Florida has ordered two gamma ray systems to scan trucks. They are similar to systems being installed at ports to scrutinize cargo containers. State officials said the scanners can identify small details inside an 18-wheeler in 10 to 20 seconds - including modifications hinting that a truck has been turned into a weapon.
Still, experts acknowledge that inspectors and detectors can screen only a tiny percentage of the endless flow of vehicles.
Mr. Carr, the security chief for the tank-truck company in Tampa, said that roadside inspections of Quality Distribution’s trucks tripled over the last year but still involved only 3,600 stopped trucks out of the 300,000 deliveries.
This month, as state inspectors conducted a spot check along Interstate 84 in Promised Land, Pa., the parade of hissing giants spoke of the challenge facing antiterrorism officials.
Many trucks carried innocuous cargo - kitchen cabinets, french fries, garbage. But others hauled 40-ton loads of gasoline or toxic chemicals.

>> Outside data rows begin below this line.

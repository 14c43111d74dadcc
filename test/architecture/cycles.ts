import { allImports } from './imports.ts';
import type { Breach, SourceSet } from './source-set.ts';

/**
 * Circles of imports among the files, each reported once, by the path that closes it. Types count: two files that
 * name each other's types are one concept or need a third. A dynamic import does not, since it waits for a call.
 */
export function cycleBreaches(files: SourceSet): Breach[] {
  const edges = new Map<string, { target: string; line: number }[]>();
  for (const { from, target, kind, line } of allImports(files)) {
    if (target === null || kind !== 'static') continue;
    const list = edges.get(from) ?? [];
    list.push({ target, line });
    edges.set(from, list);
  }
  const breaches: Breach[] = [];
  const done = new Set<string>();
  const trail: string[] = [];
  const visit = (file: string): void => {
    if (done.has(file)) return;
    trail.push(file);
    for (const { target, line } of edges.get(file) ?? []) {
      const start = trail.indexOf(target);
      if (start >= 0) {
        const circle = [...trail.slice(start), target].join(' -> ');
        breaches.push({ rule: 'cycle', file, line, message: circle });
      } else visit(target);
    }
    trail.pop();
    done.add(file);
  };
  for (const file of edges.keys()) visit(file);
  return breaches;
}
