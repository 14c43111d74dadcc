import { parseSync } from 'vite';

/** A node of the syntax tree, as the parser of the build tool gives it (ESTree with types). */
export interface Node {
  readonly type: string;
  readonly start: number;
  readonly [field: string]: unknown;
}

const isNode = (value: unknown): value is Node =>
  typeof value === 'object' && value !== null && typeof (value as Node).type === 'string';

/** Parses one file; a syntax error is thrown, with the path. */
export function parse(path: string, text: string): Node {
  const { program, errors } = parseSync(path, text);
  if (errors.length > 0) throw new Error(`${path}: ${errors[0].message}`);
  return program as unknown as Node;
}

/** Calls `visit` on every node below and including this one; `visit` returns false to stay out of its children. */
export function walk(
  node: Node,
  visit: (node: Node, parent: Node | null) => unknown,
  parent: Node | null = null,
): void {
  if (visit(node, parent) === false) return;
  for (const key in node) {
    const value = node[key];
    if (Array.isArray(value)) {
      for (const item of value) if (isNode(item)) walk(item, visit, node);
    } else if (isNode(value)) walk(value, visit, node);
  }
}

/** Line of an offset, from 1. */
export function lineAt(text: string, offset: number): number {
  let line = 1;
  for (let k = text.indexOf('\n'); k >= 0 && k < offset; k = text.indexOf('\n', k + 1)) line++;
  return line;
}

/** Names that a pattern binds. */
function bind(pattern: unknown, names: Set<string>): void {
  if (!isNode(pattern)) return;
  if (pattern.type === 'Identifier') names.add(pattern.name as string);
  else if (pattern.type === 'AssignmentPattern') bind(pattern.left, names);
  else if (pattern.type === 'RestElement') bind(pattern.argument, names);
  else if (pattern.type === 'ArrayPattern')
    for (const item of pattern.elements as unknown[]) bind(item, names);
  else if (pattern.type === 'ObjectPattern') {
    for (const item of pattern.properties as Node[])
      bind(item.type === 'RestElement' ? item : item.value, names);
  }
}

/** Every name that the file declares somewhere: coarser than scopes, and enough to tell a local from a global. */
function declaredNames(program: Node): Set<string> {
  const names = new Set<string>();
  walk(program, (node) => {
    if (Array.isArray(node.params)) for (const param of node.params) bind(param, names);
    if (node.type === 'VariableDeclarator') bind(node.id, names);
    else if (node.type === 'CatchClause') bind(node.param, names);
    else if (/^(Function|Class|TSInterface|TSTypeAlias)/.test(node.type)) bind(node.id, names);
    else if (/^Import.*Specifier$/.test(node.type)) bind(node.local, names);
  });
  return names;
}

/** Whether an identifier in this place is the name of a member and refers to nothing. */
function isMemberName(node: Node, parent: Node): boolean {
  if (parent.type === 'MemberExpression') return parent.property === node && parent.computed === false;
  if (parent.type === 'Property') {
    return parent.key === node && parent.computed === false && parent.shorthand === false;
  }
  if (
    /^(MethodDefinition|PropertyDefinition|AccessorProperty|TSPropertySignature|TSMethodSignature)$/.test(
      parent.type,
    )
  ) {
    return parent.key === node && parent.computed === false;
  }
  if (/Specifier$/.test(parent.type)) return true;
  return (
    parent.type === 'LabeledStatement' ||
    parent.type === 'TSQualifiedName' ||
    parent.type === 'TSTypeParameter'
  );
}

/** Where the file refers, in values or types, to names that it declares nowhere. */
export function globalReferences(program: Node): { name: string; node: Node; parent: Node }[] {
  const declared = declaredNames(program);
  const found: { name: string; node: Node; parent: Node }[] = [];
  walk(program, (node, parent) => {
    if (node.type !== 'Identifier' || parent === null) return;
    const name = node.name as string;
    if (!declared.has(name) && !isMemberName(node, parent)) found.push({ name, node, parent });
  });
  return found;
}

On one low-slung gray tanker, the orange safety placards read simply: “blasting agents.”
While focused on safety, such inspections provide chances to find trucks that might have been stolen or modified by terrorists.
Stan Madurski, one of the inspectors, said three kinds of vehicles were considered the highest terrorism risk: rented trucks, trucks toting the sealed metal containers that move from ship to rail to roads, and tankers.
Without any cues from the industry or officials, some drivers have begun to change their habits, sensing that they are the last line of defense.
At a rest stop an hour east of Promised Land, Ronnie Yliniemi, 58, a driver for 34 years, roused himself from a nap and conducted what has become a post-9/11 routine: a quick circuit of his gleaming tanker to check for tampering.
Everywhere he goes, he said, he still sees trucks idling unattended and others with deadly chemicals but no locks on the valves.
In the wrong hands, he said, it would be simple to crash one into a building or open valves to release clouds of deadly gas.
“It’ll happen eventually,” he said. “I’ve got that feeling.”